動画が1 Unitがだいたい3つのSequenceとテストになっていて、一つのシーケンスが幾つかの動画とクイズで構成されていた。 自分はだいたい1つのシーケンスを一日で終わらせていた。 これは結構たいへん。 さらにテストが結構ゴツくて、2日くらい掛けていた。

これが途中のExamも一つと数えると13週分。まぁ三ヶ月くらいは掛かる計算になるね。

しかもテストがめちゃくちゃ大変。 難しいというのもあるのだけど、全体的に言われている場所を探すとかに凄い時間が掛かる。 例えば塩基配列の46765番のAがGに変異しました、 みたいなものに対して、まずこの場所を探すのが大変。 それが何度も続くので辛い。

しかも課題が複合的というか、 家系図を見てgenotypeを予想して各ゲノム配列を見て〜という感じでそれぞれの問いがつながっているので、 一つ終えるのに凄い消耗する。 こりゃ大変だ。

そういえば大学受験の勉強とかでも演習書をやるというのは疲れる事だったなぁ、というのを思い出した。 問題自体がわかっている事でも題意を理解して解く、というだけで結構疲れるのだった。

しかもなんかwebアプリみたいなのでいろいろやる課題が多くて、webアプリの説明を毎回読んで新しいアプリの使い方を学ぶ、 という必要があって、この新しいアプリの使い方を覚えるのも地味に疲れる。 とにかく大変だった。

後半の方は、これ、MITの学生はみんなやってるのかなぁ、と思うくらい大変だったよ。

ただその苦労の甲斐あって、どういうアプリがあってどうやって作業を進められるのか、というのがちゃんと体験できてよかった。

なんかプログラマがこの辺すっ飛ばしてタンパク質構造の予測とかゲノム配列の決定のプログラムの話とかやっても実際の所が良く分からないのだけれど、 こうやってちゃんと手を動かして頑張って課題を解いていくと、どういう道具立てがあるから何が出来れば良いのか、を自分で考えられるようになって良い。

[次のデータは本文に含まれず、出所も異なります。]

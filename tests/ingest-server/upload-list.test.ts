import { randomUUID } from 'node:crypto';
import { eq } from 'drizzle-orm';
import { expect, it } from 'vitest';
import { db } from '~/server/db/client';
import { sites, tagHourUploads, tags, uploads, user } from '~/server/db/schema';
import { DEMO_ACCOUNTS } from '~/server/demo-accounts';
import { UploadListQuery, listUploadPage } from '~/server/services/upload-list';
import { describeIntegration } from '../support/integration';

const operator = DEMO_ACCOUNTS.find((a) => a.role === 'operator')!;

describeIntegration('the upload list of a site', () => {
  it('pages newest first by cursor, says who uploaded, the span of hours a file produced and which file a repeat repeats', async () => {
    const [site] = await db().insert(sites).values({ name: `Upload list site ${Date.now()}`, timeZone: 'Europe/London' }).returning();
    const [op] = await db().select().from(user).where(eq(user.email, operator.email));
    const t0 = Date.UTC(2025, 4, 12, 8);
    const made = [];
    for (let i = 0; i < 5; i++) {
      const [u] = await db()
        .insert(uploads)
        .values({ siteId: site!.id, fileName: `HM_weekly_${i}.csv`, objectKey: `test/${randomUUID()}`, source: 'browser', uploadedBy: op!.id, status: 'done', createdAt: new Date(t0 + i * 60_000) })
        .returning();
      made.push(u!);
    }
    const [repeat] = await db()
      .insert(uploads)
      .values({ siteId: site!.id, fileName: 'HM_weekly_0 (copy).csv', objectKey: `test/${randomUUID()}`, source: 'browser', uploadedBy: op!.id, status: 'done', duplicateOf: made[0]!.id, createdAt: new Date(t0 + 10 * 60_000) })
      .returning();
    const [tag] = await db().insert(tags).values({ siteId: site!.id, name: 'FT-101' }).returning();
    const [tag2] = await db().insert(tags).values({ siteId: site!.id, name: 'PT-101' }).returning();
    await db().insert(tagHourUploads).values([
      { uploadId: made[4]!.id, tagId: tag!.seq, firstHour: new Date('2025-05-05T00:00:00Z'), lastHour: new Date('2025-05-11T22:00:00Z') },
      { uploadId: made[4]!.id, tagId: tag2!.seq, firstHour: new Date('2025-05-04T23:00:00Z'), lastHour: new Date('2025-05-11T23:00:00Z') },
    ]);

    const first = await listUploadPage(site!.id, UploadListQuery.parse({ limit: '4' }));
    expect(first.total).toBe(6);
    expect(first.uploads.map((u) => u.fileName)).toEqual(['HM_weekly_0 (copy).csv', 'HM_weekly_4.csv', 'HM_weekly_3.csv', 'HM_weekly_2.csv']);
    expect(first.uploads[0]!.duplicateOfFile?.fileName).toBe('HM_weekly_0.csv');
    expect(first.uploads[1]!.uploadedBy).toBe(op!.name);
    expect([first.uploads[1]!.hoursFrom, first.uploads[1]!.hoursTo]).toEqual(['2025-05-04T23:00:00.000Z', '2025-05-11T23:00:00.000Z']);
    expect(first.uploads[2]!.hoursFrom).toBeNull();
    expect(first.next).not.toBeNull();

    const second = await listUploadPage(site!.id, UploadListQuery.parse({ limit: '4', before: first.next! }));
    expect(second.uploads.map((u) => u.fileName)).toEqual(['HM_weekly_1.csv', 'HM_weekly_0.csv']);
    expect(second.next).toBeNull();
    expect(UploadListQuery.safeParse({ before: "2025'; drop table uploads" }).success).toBe(false);
    expect(repeat!.duplicateOf).toBe(made[0]!.id);
    await db().delete(sites).where(eq(sites.id, site!.id));
  });
});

こういうのはやっぱり苦労しないと身につかない所なので、大変なのは意図したデザインと思う。

総評:大変だったけど素晴らしいコースだった、受けてよかった

想像以上に苦労したコースだったが、おかげで生物学という分野の全体像というか生物学内の各分野の立ち位置とその関係のような事が良く分かったし、 また生物学自体の知識もとても深まった。 この前に読んだ教科書の良い復習にもなっていたし、 教科書に欠けている事もいろいろと学べて、非常に知識がしっかりとした手応えを感じる。

また、非常に面白かったし、最後のガンの治療とかを見ると、多くの事がちゃんと理解出来るようになっている事が実感できて、 やった甲斐があったなぁ、としみじみと思えた。

いやぁ、生物面白いね。もっと勉強しよう。